Nigerian traditional ruler

His Royal Majesty Asagba Prof Epiphany Chigbogu Azinge, SAN, (born 13 November 1957) is the current Asagba of Asaba and a renowned Nigerian legal luminary and academic. He served as the 5th Director-General of the Nigerian Institute of Advanced Legal Studies between 2009 and 2014. He is a Judge at the Commonwealth Arbitral Tribunal sitting in London, where he represents Nigeria and Africa. He is the founder and senior partner at Azinge & Azinge, a law firm in Abuja where his wife Valerie Azinge (also a SAN) is also a partner. He emerged Asagba in 2024 following the passing of his predecessor, Prof. Joseph Chike Edozien. He holds the national honour of Officer of the Order of the Niger (OON) and is widely regarded as a symbol of intellectual excellence and cultural leadership within Nigeria and across the African continent.

==Education==
Epiphany had his secondary education at Sanit Patrick's College, Asaba from 1970 to 1975. He studied law at the University of Lagos in 1976 and graduated with a Bachelor of Laws. He was called to the Nigerian Bar in 1980. He proceeded to the University of London for his master's degree in comparative constitutional law and shipping law in 1983. He proceeded to the London School of Economics for his Ph.D. His thesis was on Electoral Laws in Nigeria.
In June 2015, he was appointed a member of the Commonwealth Secretariat Arbitral Tribunal (CSAT) for a period of four years. He was re-appointed for another term of four years in 2019.

==Career==
He started his career as a lecturer at the University of Benin, and then at the University of Abuja, where he introduced the information technology law in Nigeria in 1996. He also lectured at the Nasarawa State University. He was appointed Special Assistant to the Honourable Attorney General of the Federation and Minister of Justice, Michael Ashikodi Agbamuche where he served from 1991 to 1997. He was promoted to the status of a Senior Advocate of Nigeria in 2006.
He was the Director-General of the Nigerian Institute of Advanced Legal Studies from 2009 to 2014.
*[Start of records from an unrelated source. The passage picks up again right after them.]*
package oracle

import (
	"math/big"

	"lanecert/flow"
)

// ResidualArc is an arc of the residual network of a plan: moving one unit
// along it changes Lane (or, when Lane is -1, the supply kept at the
// origin at its From or To end) by +1 (Forward) or -1, at Rate per unit;
// Room units can move (flow.NoLimit: no limit).
type ResidualArc struct {
	From, To int
	Lane     int
	Forward  bool
	Rate     int64
	Room     int64
}

// Residual lists the residual arcs of plan x (feasible for n), lanes in
// order, each forward arc before its backward one; when total supply
// exceeds total demand, node len(n.Nodes) is a hold node H, and origin v
// has an arc v -> H at rate 0 while it keeps less than its supply and
// H -> v while it keeps some. It returns the arcs and the number of nodes
// (H included). Exact; written from the definition, sharing no code with
// lanecert's solvers.
func Residual(n *flow.Network, x []int64) (arcs []ResidualArc, nodes int) {
	nodes = len(n.Nodes)
	for a := range n.Tail {
		t, h := int(n.Tail[a]), int(n.Head[a])
		if n.Upper[a] == flow.NoLimit {
			arcs = append(arcs, ResidualArc{t, h, a, true, n.Rate[a], flow.NoLimit})
		} else if x[a] < n.Upper[a] {
			arcs = append(arcs, ResidualArc{t, h, a, true, n.Rate[a], n.Upper[a] - x[a]})
		}
		if x[a] > n.Lower[a] {
			arcs = append(arcs, ResidualArc{h, t, a, false, -n.Rate[a], x[a] - n.Lower[a]})
		}
	}
	s, d, _ := n.Totals()
	if s > d {
		hold := nodes
		nodes++
		out := make([]int64, len(n.Nodes))
		for a := range n.Tail {
			out[n.Tail[a]] += x[a]
			out[n.Head[a]] -= x[a]
		}
		for v, sv := range n.Supply {
			if sv <= 0 {
				continue
			}
			kept := sv - out[v]
			if kept < sv {
				arcs = append(arcs, ResidualArc{v, hold, -1, true, 0, sv - kept})
			}
			if kept > 0 {
				arcs = append(arcs, ResidualArc{hold, v, -1, false, 0, kept})
			}
		}
	}
	return arcs, nodes
}

// NegativeCycle runs Bellman-Ford over arcs from a virtual root joined to
// every node at cost 0. With no cycle of negative cost it returns the
// distances (potentials for which no arc has a negative reduced cost);
// otherwise such a cycle, as arcs in walk order. O(nodes·len(arcs)). It
// panics when a distance overflows int64 (the small networks of tests
// stay far from it).
func NegativeCycle(arcs []ResidualArc, nodes int) (dist []int64, cycle []ResidualArc) {
	dist, cycle, ok := negativeCycle(arcs, nodes)
	if !ok {
		panic("oracle: residual distance overflows int64")
	}
	return dist, cycle
}

// negativeCycle is NegativeCycle, with ok false instead of a panic.
func negativeCycle(arcs []ResidualArc, nodes int) (dist []int64, cycle []ResidualArc, ok bool) {
	dist = make([]int64, nodes)
	pred := make([]int, nodes)
	for v := range pred {
		pred[v] = -1
	}
	last := -1
	for range nodes + 1 {
		last = -1
		for i, e := range arcs {
			d := dist[e.From] + e.Rate
			if (e.Rate > 0 && d < dist[e.From]) || (e.Rate < 0 && d > dist[e.From]) {
				return nil, nil, false
			}
			if d < dist[e.To] {
				dist[e.To], pred[e.To], last = d, i, e.To
			}
		}
		if last < 0 {
			return dist, nil, true
		}
	}
	v := last
	for range nodes {
		v = arcs[pred[v]].From
	}
	for u := v; ; {
		e := arcs[pred[u]]
		cycle = append([]ResidualArc{e}, cycle...)
		u = e.From
		if u == v {
			break
		}
	}
	return nil, cycle, true
}

// Improvable reports whether plan x (feasible for n) is not optimal: its
// residual network has a cycle of negative cost (the exact optimality
// condition of minimum-cost flow; an unbounded problem has one too, of
// lanes without capacity). It panics when a distance overflows int64.
func Improvable(n *flow.Network, x []int64) bool {
	_, cycle := NegativeCycle(Residual(n, x))
	return cycle != nil
}

// Cheapest returns the cost of a cheapest walk from node from to node to
// over arcs, leaving out the arcs of lane skip (-1: none), in exact
// big-integer arithmetic, so sums beyond int64 are kept; nil when to cannot
// be reached. The arcs must have no cycle of negative cost (the residual
// network of an optimal plan). Bellman-Ford, O(nodes·len(arcs)).
func Cheapest(arcs []ResidualArc, nodes, from, to, skip int) *big.Int {
	dist := make([]*big.Int, nodes)
	dist[from] = new(big.Int)
	rate := new(big.Int)
	for range nodes {
		changed := false
		for _, e := range arcs {
			if dist[e.From] == nil || (skip >= 0 && e.Lane == skip) {
				continue
			}
			d := new(big.Int).Add(dist[e.From], rate.SetInt64(e.Rate))
			if dist[e.To] == nil || d.Cmp(dist[e.To]) < 0 {
				dist[e.To], changed = d, true
			}
		}
		if !changed {
			break
		}
	}
	return dist[to]
}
On 18 August 2024, Azinge emerged as 14th Asagba of Asaba designate ahead of other titled sons of the town. Until his emergence, he held a traditional chieftaincy title of the Okilolo of Asaba.

The Asagba of Asaba is the traditional leader of Asaba, Delta State in the South-south of Nigeria.
He will succeed Prof. Joseph Chike Edozien, the 13th Asagba of Asaba, who joined his ancestors on 7 February 2024 Asagba of Asaba

==Recognitions==
Azinge was awarded honorary LLD in 2013 by the Commonwealth University, Belize. In 2014 he was decorated with the national honour of Officer of the Order of the Niger (OON) by President Goodluck Jonathan. He is a fellow of the Nigerian Institute of Advanced Legal Studies.

==Personal life==
Azinge is an indigene of Asaba, Nigeria. He is married to Dr. Valerie Azinge, SAN and they have four children together.